The Node.js/Express scaffold has approximately 25 files. Across five runs, total input tokens: 5,197,226. That averages to 1,039,445 tokens per run in input alone (verified: verification/cost_breakdown.csv). At $5/1M input tokens, that is $5.20 in input per run before any output. The per-run cost lands at $15.70 — roughly 50 times what the standard task estimate assumed.

Two options for fixing this task: reduce the scaffold context, or set a task_05-specific budget ceiling override in the campaign spec. Both approaches were evaluated; the fix was merged 2026-06-13 (TASK-637, PR #176).

[Unobserved] Whether Opus 4.8 would pass task_05 with a corrected budget ceiling. With 14.4 tool calls per run at 30 seconds, the model was working. Whether that work converged to a passing state is unobservable from this data.

The cost picture

[Observed — verification/cost_breakdown.csv]

Task	Total cost	Avg $/run	Input tokens total
task_01: Py2→Py3 migration	$27.74	$5.55	1,355,301
task_02: Codebase Q&A	$4.53	$0.91	220,984
task_03: Chart analysis	$0.03	$0.006	— (infra failure)
task_04: Debug campaign	$23.10	$4.62	1,091,660
task_05: Express upgrade	$78.49	$15.70	5,197,226
task_06: Utility extraction	$20.24	$4.05	943,288
task_07: Pipeline monitoring	$12.00	$2.40	605,125

Total: $166.26. Of that, $78.49 is task_05 alone.

Excluding task_05, the campaign costs $87.77 — close to what a corrected-budget run would look like if task_05 is fixed by reducing the scaffold context. At $15.70/run and 5 runs, task_05 currently costs $78.49 within a $200 hard campaign cap; fixing the estimate (not the model) makes this workable.

task_01 at $5.55/run is the most expensive clean task — the 1.35M-token input budget makes sense for iterative 18-file migration with test execution at each step. task_02 at $0.91/run is the cheapest non-trivial task in the campaign: read-heavy, low output, no iteration penalty.

One operational data point for practitioners running Opus 4.8 against large TypeScript/Node.js repos: a 25-file scaffold can produce 1M-token-per-run input loads.
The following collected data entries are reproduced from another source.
//! What a run found, as typed facts; how it looks is the reports' matter.

use super::verdict::{Level, Verdict};
use crate::facts::Subject;
use crate::quantity::{Dimension, Key, Quantity, Settle};

/// Something that a finding points at.
#[derive(Debug, Clone, PartialEq, Eq)]
pub enum Point {
    /// A subject.
    Subject(Subject),
    /// A net or part by its name.
    Named {
        /// What it is to the subject: `input_net`.
        role: String,
        /// Its name.
        name: String,
    },
}

/// A requirement that does not hold, or cannot be judged.
#[derive(Debug, Clone, PartialEq)]
pub struct Finding {
    /// The check.
    pub check: String,
    /// What it came to.
    pub verdict: Verdict,
    /// How much that matters.
    pub level: Level,
    /// What it is about.
    pub subject: Subject,
    /// The one of a group of the subject that is meant.
    pub member: Option<Subject>,
    /// Which of the check's requirements decided, from 0.
    pub requirement: usize,
    /// What is wrong, in one line.
    pub message: String,
    /// What to do, in order of the file; lines whose figures are not known are left out.
    pub hints: Vec<String>,
    /// How far from the edge at worst, in SI units; negative where it breaks.
    pub slack: Option<(f64, Dimension)>,
    /// The figures that decided, in order of appearance, then those that the message prints.
    pub quantities: Vec<(String, Quantity)>,
    /// What would settle it, the most decisive first.
    pub settle: Vec<Settle>,
    /// What is missing, for what is unknown.
    pub missing: Vec<Key>,
    /// What is underlined.
    pub primary: Vec<Point>,
    /// What is marked besides.
    pub also: Vec<Point>,
    /// Requirements that the same missing figures leave unknown, told by this finding: check and subject.
    pub merged: Vec<(String, Subject)>,
    /// Checks of the same subject whose findings this one makes superfluous.
    pub suppresses: Vec<String>,
}

/// A requirement that was asked, with what it came to.
#[derive(Debug, Clone, PartialEq, Eq)]
pub struct Outcome {
    /// The check.
    pub check: String,
    /// The subject.
    pub subject: Subject,
    /// What it came to.
    pub verdict: Verdict,
    /// The check whose finding makes this one superfluous: then it is neither told nor counted.
    pub suppressed_by: Option<String>,
}

/// How many requirements came to what. A check asked of one subject is one requirement.
#[derive(Debug, Clone, Copy, PartialEq, Eq, Default)]
#[allow(missing_docs)] // each field is the verdict's name
pub struct Counts {
    /// Requirements asked, without those suppressed.
    pub requirements: usize,
    pub fails: usize,
    pub doubtful: usize,
    pub tight: usize,
    pub unknown: usize,
    pub holds: usize,
}

/// What a run found.
#[derive(Debug, Clone, PartialEq, Default)]
pub struct Judgement {
    /// Findings: errors first, then by check, then by subject in natural order.
    pub findings: Vec<Finding>,
    /// Findings that others make superfluous: neither told nor counted.
    pub suppressed: Vec<Finding>,
    /// Every requirement asked, by check, then by subject in natural order.
    pub outcomes: Vec<Outcome>,
    /// The counts of the outcomes.
    pub counts: Counts,
}

impl Counts {
    /// Counts outcomes.
    #[must_use]
    pub fn of(outcomes: &[Outcome]) -> Self {
        let mut counts = Self::default();
        for outcome in outcomes.iter().filter(|outcome| outcome.suppressed_by.is_none()) {
            counts.requirements += 1;
            *match outcome.verdict {
                Verdict::Fails => &mut counts.fails,
                Verdict::Doubtful => &mut counts.doubtful,
                Verdict::Tight => &mut counts.tight,
                Verdict::Unknown => &mut counts.unknown,
                Verdict::Holds => &mut counts.holds,
            } += 1;
        }
        counts
    }

    /// These and others together.
    #[must_use]
    pub fn and(self, other: Self) -> Self {
        Self {
            requirements: self.requirements + other.requirements,
            fails: self.fails + other.fails,
            doubtful: self.doubtful + other.doubtful,
            tight: self.tight + other.tight,
            unknown: self.unknown + other.unknown,
            holds: self.holds + other.holds,
        }
    }
}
The standard per-token estimate does not account for this. task_05 is an extreme case, but the signal is real.

What we don’t know

No predictions were filed. No scoring against pre-run predictions is possible here.
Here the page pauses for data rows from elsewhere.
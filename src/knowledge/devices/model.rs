//! Device models as texts: `pmos VTO=-2.4..-1.2 KP=2`.

use std::collections::BTreeMap;
use std::fmt;
use std::ops::Range as Bytes;

use crate::quantity::{Dimension, Range};
use crate::source::TextFault;
use crate::source::toml::nearest;

/// What a model stands for.
#[derive(Debug, Clone, Copy, PartialEq, Eq, PartialOrd, Ord, Hash)]
pub enum ModelKind {
    /// NPN transistor, Gummel–Poon core.
    Npn,
    /// PNP transistor.
    Pnp,
    /// N-channel field-effect transistor, level 1.
    Nmos,
    /// P-channel field-effect transistor.
    Pmos,
    /// Diode.
    Diode,
    /// Zener diode.
    Zener,
    /// Shunt reference, as a diode with a sharp breakdown.
    Shunt,
    /// Operational amplifier.
    OpAmp,
}

impl ModelKind {
    /// Every kind with its word.
    pub const ALL: &'static [(Self, &'static str)] = &[
        (Self::Npn, "npn"),
        (Self::Pnp, "pnp"),
        (Self::Nmos, "nmos"),
        (Self::Pmos, "pmos"),
        (Self::Diode, "diode"),
        (Self::Zener, "zener"),
        (Self::Shunt, "shunt"),
        (Self::OpAmp, "opamp"),
    ];

    /// Its word.
    #[must_use]
    pub fn name(self) -> &'static str {
        Self::ALL.iter().find(|(kind, _)| *kind == self).map_or("", |(_, name)| name)
    }

    /// The names of its parameters, which are SPICE's; all in SI units.
    ///
    /// Not SPICE's: a MOSFET's `CGS CGD CDS` are linear capacitances between its terminals, outside RD and RS, and
    /// `KP` is already multiplied by W/L. Op-amps: `A0` gain, `GBW` hertz, `SR` volts per second, `VOS` volts in
    /// series with the + input (output = A0 · (v(+) + VOS − v(−))), `TOP` and `BOTTOM` volts of room that the output
    /// keeps to each rail, `RO` ohms.
    #[must_use]
    pub fn parameters(self) -> &'static [(&'static str, Allowed)] {
        use Allowed::{Any, NotNegative, Positive};
        match self {
            Self::Npn | Self::Pnp => &[
                ("IS", Positive),
                ("BF", Positive),
                ("BR", Positive),
                ("VAF", Positive),
                ("IKF", Positive),
                ("ISE", NotNegative),
                ("NE", Positive),
                ("RB", NotNegative),
                ("RC", NotNegative),
                ("RE", NotNegative),
                ("CJE", NotNegative),
                ("CJC", NotNegative),
                ("TF", NotNegative),
                ("TR", NotNegative),
            ],
            Self::Nmos | Self::Pmos => &[
                ("VTO", Any),
                ("KP", Positive),
                ("LAMBDA", NotNegative),
                ("RD", NotNegative),
                ("RS", NotNegative),
                ("IS", Positive),
                ("CGS", NotNegative),
                ("CGD", NotNegative),
                ("CDS", NotNegative),
            ],
            Self::Diode | Self::Zener | Self::Shunt => &[
                ("IS", Positive),
                ("N", Positive),
                ("RS", NotNegative),
                ("BV", Positive),
                ("IBV", Positive),
                ("NBV", Positive),
                ("CJO", NotNegative),
                ("TT", NotNegative),
            ],
            Self::OpAmp => &[
                ("A0", Positive),
                ("GBW", Positive),
                ("SR", Positive),
                ("VOS", Any),
                ("TOP", NotNegative),
                ("BOTTOM", NotNegative),
                ("RO", NotNegative),
            ],
        }
    }
}

/// What a parameter of a device model measures; of one name in all kinds. `LAMBDA` counts as a plain number per volt, and
/// so do the gains and emission coefficients.
#[must_use]
pub fn parameter_dimension(name: &str) -> Dimension {
    match name {
        "IS" | "IKF" | "ISE" | "IBV" => Dimension::CURRENT,
        "VAF" | "VTO" | "BV" | "VOS" | "TOP" | "BOTTOM" => Dimension::VOLTAGE,
        "RB" | "RC" | "RE" | "RD" | "RS" | "RO" => Dimension::RESISTANCE,
        "CJE" | "CJC" | "CGS" | "CGD" | "CDS" | "CJO" => Dimension::CAPACITANCE,
        "TF" | "TR" | "TT" => Dimension::TIME,
        "KP" => Dimension::CURRENT.over(Dimension::VOLTAGE).over(Dimension::VOLTAGE),
        "GBW" => Dimension::FREQUENCY,
        "SR" => Dimension::VOLTAGE.over(Dimension::TIME),
        _ => Dimension::ONE,
    }
}

/// The unit of a parameter as device files write it, empty for a plain number, and what one of it is in SI units.
#[must_use]
pub fn parameter_unit(name: &str) -> (&'static str, f64) {
    match name {
        "KP" => ("A/V/V", 1.0),
        "SR" => ("V/us", 1e6),
        _ => (parameter_dimension(name).symbol().unwrap_or(""), 1.0),
    }
}

/// Which values a parameter may have.
#[derive(Debug, Clone, Copy, PartialEq, Eq)]
pub enum Allowed {
    /// Any finite number.
    Any,
    /// Zero or more.
    NotNegative,
    /// More than zero.
    Positive,
}

impl Allowed {
    /// Whether a parameter may have this lowest value.
    #[must_use]
    pub fn admits(self, low: f64) -> bool {
        match self {
            Self::Any => true,
            Self::NotNegative => low >= 0.0,
            Self::Positive => low > 0.0,
        }
    }

    pub(crate) fn words(self) -> &'static str {
        match self {
            Self::Any => "any number",
            Self::NotNegative => "zero or more",
            Self::Positive => "more than zero",
        }
    }
}

/// A device model: its kind, and those of its parameters that are given, each with its range.
#[derive(Debug, Clone, PartialEq)]
pub struct DeviceModel {
    kind: ModelKind,
    parameters: BTreeMap<&'static str, Range>,
}

impl DeviceModel {
    /// A model without parameters.
    #[must_use]
    pub fn new(kind: ModelKind) -> Self {
        Self { kind, parameters: BTreeMap::new() }
    }

    /// The model that a text describes: a kind, then `NAME=number` or `NAME=low..high`, separated by blanks, in SI
    /// units without suffixes, names in any case. A range's nominal is its middle.
    ///
    /// # Errors
    /// Every unknown kind or name, number that cannot be read, range out of order and value that cannot be.
    pub fn read(text: &str) -> Result<Self, Vec<TextFault>> {
        let mut words = model_words(text);
        let Some((at, word)) = words.next() else {
            return Err(vec![fault(0..text.len(), "the model is empty", "nothing stands here", &kinds_help(""))]);
        };
        let Some(kind) = ModelKind::ALL.iter().find(|(_, name)| name.eq_ignore_ascii_case(word)) else {
            let message = format!("`{word}` is no kind of device model");
            return Err(vec![fault(at..at + word.len(), &message, "the kind stands here", &kinds_help(word))]);
        };
        let mut model = Self::new(kind.0);
        let faults: Vec<TextFault> = words.filter_map(|(at, word)| model.read_parameter(at, word).err()).collect();
        if faults.is_empty() { Ok(model) } else { Err(faults) }
    }

    fn read_parameter(&mut self, at: usize, word: &str) -> Result<(), TextFault> {
        let whole = at..at + word.len();
        let Some((name, value)) = word.split_once('=') else {
            let message = format!("`{word}` is no parameter");
            return Err(fault(
                whole,
                &message,
                "not NAME=value",
                "write NAME=value or NAME=low..high, without blanks",
            ));
        };
        let behind = at + name.len() + 1..at + word.len();
        let range = read_number_or_range(value).map_err(|message| {
            let help = "write numbers in SI units without suffixes, as in 800e-12, and ranges as low..high";
            fault(behind.clone(), &message, "the value stands here", help)
        })?;
        self.set(name, range).map_err(|error| match error {
            SetError::Unknown(help) => {
                let message = format!("`{name}` is no parameter of {}", article(self.kind));
                fault(at..at + name.len(), &message, "not a parameter", &help)
            }
            SetError::Twice => fault(whole, &format!("`{name}` is given twice"), "given here again", "give it once"),
            SetError::Refused(allowed) => {
                let help = format!("it must be {}", allowed.words());
                fault(behind, &format!("`{name}` cannot be {value}"), "not possible", &help)
            }
        })
    }

    /// Sets a parameter.
    pub(crate) fn set(&mut self, name: &str, range: Range) -> Result<(), SetError> {
        let known = self.kind.parameters();
        let Some((own, allowed)) = known.iter().find(|(own, _)| own.eq_ignore_ascii_case(name)) else {
            let names: Vec<&str> = known.iter().map(|(own, _)| *own).collect();
            let help = match nearest(name, names.iter().copied()) {
                Some(near) => format!("did you mean `{near}`?"),
                None => format!("its parameters: {}", names.join(", ")),
            };
            return Err(SetError::Unknown(help));
        };
        if !allowed.admits(range.low()) {
            return Err(SetError::Refused(*allowed));
        }
        match self.parameters.insert(own, range) {
            None => Ok(()),
            Some(_) => Err(SetError::Twice),
        }
    }

    /// Sets a parameter that was checked before, or gives it another value; one that the kind lacks is passed over.
    pub(crate) fn put(&mut self, name: &str, range: Range) {
        if let Some((own, _)) = self.kind.parameters().iter().find(|(own, _)| *own == name) {
            self.parameters.insert(own, range);
        }
    }

    /// Gives a parameter that is there another value.
    pub(crate) fn replace(&mut self, name: &str, range: Range) {
        if let Some(known) = self.parameters.get_mut(name) {
            *known = range;
        }
    }

    /// What it stands for.
    #[must_use]
    pub fn kind(&self) -> ModelKind {
        self.kind
    }

    /// A parameter, where it is given. Names are upper case.
    #[must_use]
    pub fn get(&self, name: &str) -> Option<Range> {
        self.parameters.get(name).copied()
    }

    /// Every parameter that is given, by name.
    pub fn parameters(&self) -> impl Iterator<Item = (&'static str, Range)> {
        self.parameters.iter().map(|(name, range)| (*name, *range))
    }
}

impl fmt::Display for DeviceModel {
    fn fmt(&self, formatter: &mut fmt::Formatter<'_>) -> fmt::Result {
        formatter.write_str(self.kind.name())?;
        for (name, range) in self.parameters() {
            write!(formatter, " {name}={:e}", range.low())?;
            if !range.is_exact() {
                write!(formatter, "..{:e}", range.high())?;
            }
        }
        Ok(())
    }
}

/// Why a parameter cannot be set.
#[derive(Debug)]
pub(crate) enum SetError {
    Unknown(String),
    Twice,
    Refused(Allowed),
}

fn fault(place: Bytes<usize>, message: &str, label: &str, help: &str) -> TextFault {
    TextFault::new(place, message, label, help)
}

fn kinds_help(word: &str) -> String {
    let names = || ModelKind::ALL.iter().map(|(_, name)| *name);
    match nearest(word, names()) {
        Some(near) if !word.is_empty() => format!("did you mean `{near}`?"),
        _ => format!("begin with one of {}", names().collect::<Vec<_>>().join(", ")),
    }
}

fn article(kind: ModelKind) -> String {
    let name = kind.name();
    let vowel_sound = matches!(kind, ModelKind::Npn | ModelKind::Nmos | ModelKind::OpAmp);
    format!("{} {name}", if vowel_sound { "an" } else { "a" })
}

/// The words of a text with the byte at which each begins.
pub(crate) fn model_words(text: &str) -> impl Iterator<Item = (usize, &str)> {
    // A word's address less the text's is its place.
    text.split_whitespace().map(|word| (word.as_ptr() as usize - text.as_ptr() as usize, word))
}

/// `1e-3`, or `1e-3..2e-3` in order; every number finite.
fn read_number_or_range(text: &str) -> Result<Range, String> {
    let number = |part: &str| {
        // The words for infinity and no number that the parser takes are not figures.
        let digits = part.bytes().all(|byte| byte.is_ascii_digit() || b"+-.eE".contains(&byte));
        match part.parse::<f64>() {
            Ok(value) if digits && value.is_finite() => Ok(value),
            Ok(_) if digits => Err(format!("`{part}` is too large a number")),
            _ => Err(format!("`{part}` is no number")),
        }
    };
    let Some((low, high)) = text.split_once("..") else {
        return number(text).map(Range::exactly);
    };
    let (low, high) = (number(low)?, number(high)?);
    if low > high {
        return Err(format!("the range `{text}` begins above its end"));
    }
    Ok(Range::between(low, high))
}

#[cfg(test)]
mod tests {
    use super::*;
    use proptest::prelude::*;

    #[test]
    fn a_model_is_read_with_its_ranges() {
        let model = DeviceModel::read("pmos VTO=-2.4..-1.2 kp=2 CGS=800e-12").unwrap();
        assert_eq!(model.kind(), ModelKind::Pmos);
        let threshold = model.get("VTO").unwrap();
        assert_eq!((threshold.low(), threshold.high()), (-2.4, -1.2));
        assert!((threshold.nominal() + 1.8).abs() < 1e-12);
        assert!(model.get("KP").unwrap().is_exact());
        assert_eq!(model.to_string(), "pmos CGS=8e-10 KP=2e0 VTO=-2.4e0..-1.2e0");
    }

    #[test]
    fn every_fault_of_a_model_is_told_with_its_place() {
        let text = "opamp GWB=1e6 A0=-1 RO=100ohm VOS=5e-3..-5e-3 SR=1e400 TOP=1 TOP=2 BOTTOM";
        let faults = DeviceModel::read(text).unwrap_err();
        let told: Vec<String> =
            faults.iter().map(|one| format!("{}: {}; {}", &text[one.place.clone()], one.message, one.help)).collect();
        let numbers = "write numbers in SI units without suffixes, as in 800e-12, and ranges as low..high";
        assert_eq!(
            told,
            [
                "GWB: `GWB` is no parameter of an opamp; did you mean `GBW`?".to_owned(),
                "-1: `A0` cannot be -1; it must be more than zero".to_owned(),
                format!("100ohm: `100ohm` is no number; {numbers}"),
                format!("5e-3..-5e-3: the range `5e-3..-5e-3` begins above its end; {numbers}"),
                format!("1e400: `1e400` is too large a number; {numbers}"),
                "TOP=2: `TOP` is given twice; give it once".to_owned(),
                "BOTTOM: `BOTTOM` is no parameter; write NAME=value or NAME=low..high, without blanks".to_owned(),
            ]
        );
    }

    #[test]
    fn an_unknown_kind_names_the_nearest_and_an_empty_text_names_all() {
        let faults = DeviceModel::read("  pnpn BF=1").unwrap_err();
        assert_eq!((faults[0].place.clone(), faults[0].help.as_str()), (2..6, "did you mean `pnp`?"));
        let faults = DeviceModel::read(" ").unwrap_err();
        assert!(faults[0].help.starts_with("begin with one of npn, pnp"));
    }

    proptest! {
        #[test]
        fn any_text_is_read_or_refused_with_places_inside_it(text in "\\PC{0,60}|(npn|opamp)( [A-Z]{1,3}=[-0-9.eµ]{0,9}){0,4}") {
            if let Err(faults) = DeviceModel::read(&text) {
                prop_assert!(!faults.is_empty());
                for one in faults {
                    prop_assert!(text.get(one.place.clone()).is_some(), "{:?} in {:?}", one.place, text);
                }
            }
        }

        #[test]
        fn what_a_model_prints_it_reads_back(low in -1e6..1e6f64, width in 0.0..1e3f64, gain in 1e-9..1e9f64) {
            let mut model = DeviceModel::new(ModelKind::OpAmp);
            prop_assert!(model.set("VOS", Range::between(low, low + width)).is_ok());
            prop_assert!(model.set("A0", Range::exactly(gain)).is_ok());
            prop_assert_eq!(DeviceModel::read(&model.to_string()).unwrap(), model);
        }
    }
}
On task_03 vision capability: entirely unobserved. This article makes no claims about how Opus 4.8 handles chart analysis, because the model never received the task.
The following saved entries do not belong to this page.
//! The checks of a run: all folders read, with the settings of a board.

use std::collections::BTreeMap;

use super::check::Check;
use super::language::{Names, constant};
use super::load;
use super::verdict::Verdict;
use crate::quantity::Quantity;
use crate::source::toml::nearest;
use crate::source::{Problem, Source, Span};

/// The checks of a run, by name.
#[derive(Debug, Clone, Default)]
pub struct Checks {
    by_name: BTreeMap<String, Check>,
}

/// A setting of a check that a board file sets.
#[derive(Debug, Clone)]
pub struct Override {
    /// The check.
    pub check: String,
    /// The setting.
    pub key: String,
    /// Its value as written.
    pub text: String,
    /// The file and place of the value; `None` where it has none.
    pub place: Option<(Source, Span)>,
}

impl Checks {
    /// Reads check folders: folder name to file name to text. What has an error is left out and listed.
    #[must_use]
    pub fn load(folders: &BTreeMap<String, BTreeMap<String, String>>, names: &dyn Names) -> (Self, Vec<Problem>) {
        let (mut checks, mut problems) = (Self::default(), Vec::new());
        for (folder, files) in folders {
            let file = format!("checks/{folder}/check.toml");
            let Some(text) = files.get("check.toml") else {
                problems.push(
                    Problem::error(format!("the check folder `{folder}` holds no check.toml"))
                        .help("add the file, or remove the folder"),
                );
                continue;
            };
            let (check, found) = load::read(folder, &Source::new(file, text.as_str()), names);
            problems.extend(found);
            if let Some(check) = check {
                checks.by_name.insert(check.name.clone(), check);
            }
        }
        problems.extend(checks.unknown_suppressors());
        (checks, problems)
    }

    /// Checks that name another which is not there.
    fn unknown_suppressors(&self) -> Vec<Problem> {
        let mut problems = Vec::new();
        for check in self.by_name.values() {
            for other in check.suppressed_by.iter().filter(|other| !self.by_name.contains_key(*other)) {
                problems.push(
                    Problem::warning(format!("`{}` is suppressed by `{other}`, which is no check", check.name))
                        .help(self.hint(other)),
                );
            }
        }
        problems
    }

    fn hint(&self, name: &str) -> String {
        match nearest(name, self.by_name.keys().map(String::as_str)) {
            Some(near) => format!("did you mean `{near}`?"),
            None => "`railworthy catalog checks` lists every check".to_owned(),
        }
    }

    /// A check by its name.
    #[must_use]
    pub fn get(&self, name: &str) -> Option<&Check> {
        self.by_name.get(name)
    }

    /// Every check, by name.
    pub fn iter(&self) -> impl Iterator<Item = &Check> {
        self.by_name.values()
    }

    /// How many checks there are.
    #[must_use]
    pub fn len(&self) -> usize {
        self.by_name.len()
    }

    /// Whether there is none.
    #[must_use]
    pub fn is_empty(&self) -> bool {
        self.by_name.is_empty()
    }

    /// The same checks with settings changed; a setting that is unknown or does not fit is listed and left as it was.
    #[must_use]
    pub fn with_settings(&self, overrides: &[Override]) -> (Self, Vec<Problem>) {
        let (mut checks, mut problems) = (self.clone(), Vec::new());
        for change in overrides {
            if let Err((message, help)) = checks.set(change) {
                let problem = Problem::error(message).help(help);
                problems.push(match &change.place {
                    Some((source, span)) => problem.at(source, *span, "here"),
                    None => problem,
                });
            }
        }
        (checks, problems)
    }

    /// The same checks, none of which comes to anything worse than `most`.
    #[must_use]
    pub fn at_most(&self, most: Verdict) -> Self {
        let mut checks = self.clone();
        for check in checks.by_name.values_mut() {
            check.at_most = Some(check.at_most.map_or(most, |own| own.max(most)));
        }
        checks
    }

    fn set(&mut self, change: &Override) -> Result<(), (String, String)> {
        let hint = self.hint(&change.check);
        let Some(check) = self.by_name.get_mut(&change.check) else {
            return Err((format!("there is no check `{}`", change.check), hint));
        };
        let Some(known) = check.settings.get(&change.key) else {
            let help = match nearest(&change.key, check.settings.keys().map(String::as_str)) {
                Some(near) => format!("did you mean `{near}`?"),
                None if check.settings.is_empty() => "it has no settings".to_owned(),
                None => format!("its settings: {}", check.settings.keys().cloned().collect::<Vec<_>>().join(", ")),
            };
            return Err((format!("the check `{}` has no setting `{}`", change.check, change.key), help));
        };
        let (value, dimension) = constant(&change.text).map_err(|refusal| {
            (refusal.message, refusal.help.unwrap_or_else(|| "write a figure with its unit".to_owned()))
        })?;
        if dimension != known.dimension() {
            let was = check.settings_text.get(&change.key).cloned().unwrap_or_default();
            let message =
                format!("`{}` is {}, and this is {}", change.key, known.dimension().noun(), dimension.noun());
            return Err((message, format!("write it as in the check: \"{was}\"")));
        }
        check.settings.insert(change.key.clone(), Quantity::constant(dimension, value));
        check.settings_text.insert(change.key.clone(), change.text.clone());
        Ok(())
    }
}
On task_05 at a sufficient budget: unobserved. The model was making progress at 14.4 tool calls per run. Whether that progress converged is unknown.

On cross-model comparison: not yet possible. Opus 4.8 is the first model we have run on frontier-eval-v1. Fable 5 was the original target. Pending the task_03 and task_05 fixes, the next frontier-eval-v1 campaign will produce a comparison.

One harness housekeeping item: the task_01 scaffold has a metadata mismatch — initial_test_state.total_tests = 12, but the scaffold has 13 tests. The harness uses pytest output as authoritative, so no run was affected. A cleanup commit is queued.

18 of 35 runs used more than 12 turns — the harness threshold for long-tail behavior. Whether the higher-turn passing runs on task_01 (up to 26 turns) and task_04 (up to 28 turns) reflect deeper task difficulty or variance in the model’s planning path is not distinguishable from transcript data alone. We did not instrument partial completion states or inter-turn wait times.

The baseline

This is the first frontier-eval-v1 campaign. The result is not a comparison — it is a starting point.

What Opus 4.8 established on the scoreable tasks: 25/25 passes, zero diagnosis-then-regression across 35 runs, one redundant tool call in 35 runs. The model’s behavior on long-horizon agentic work is now documented with transcript evidence — 59.4 average tool calls on a Python 2→3 migration, 45.6 on an autonomous debug campaign, consistent plan commitment across turn counts ranging to 28.

What this campaign also established: two harness gaps that needed fixing before frontier-eval-v1 can reliably compare models. task_03 vision delivery was broken. task_05 cost model was wrong by a factor of 50. Both fixes are merged (TASK-636 PR #175, TASK-637 PR #176, 2026-06-13).

The Fable 5 comparison follows once the export control lifts. The task_03 and task_05 fixes are in; the next campaign runs on a clean harness.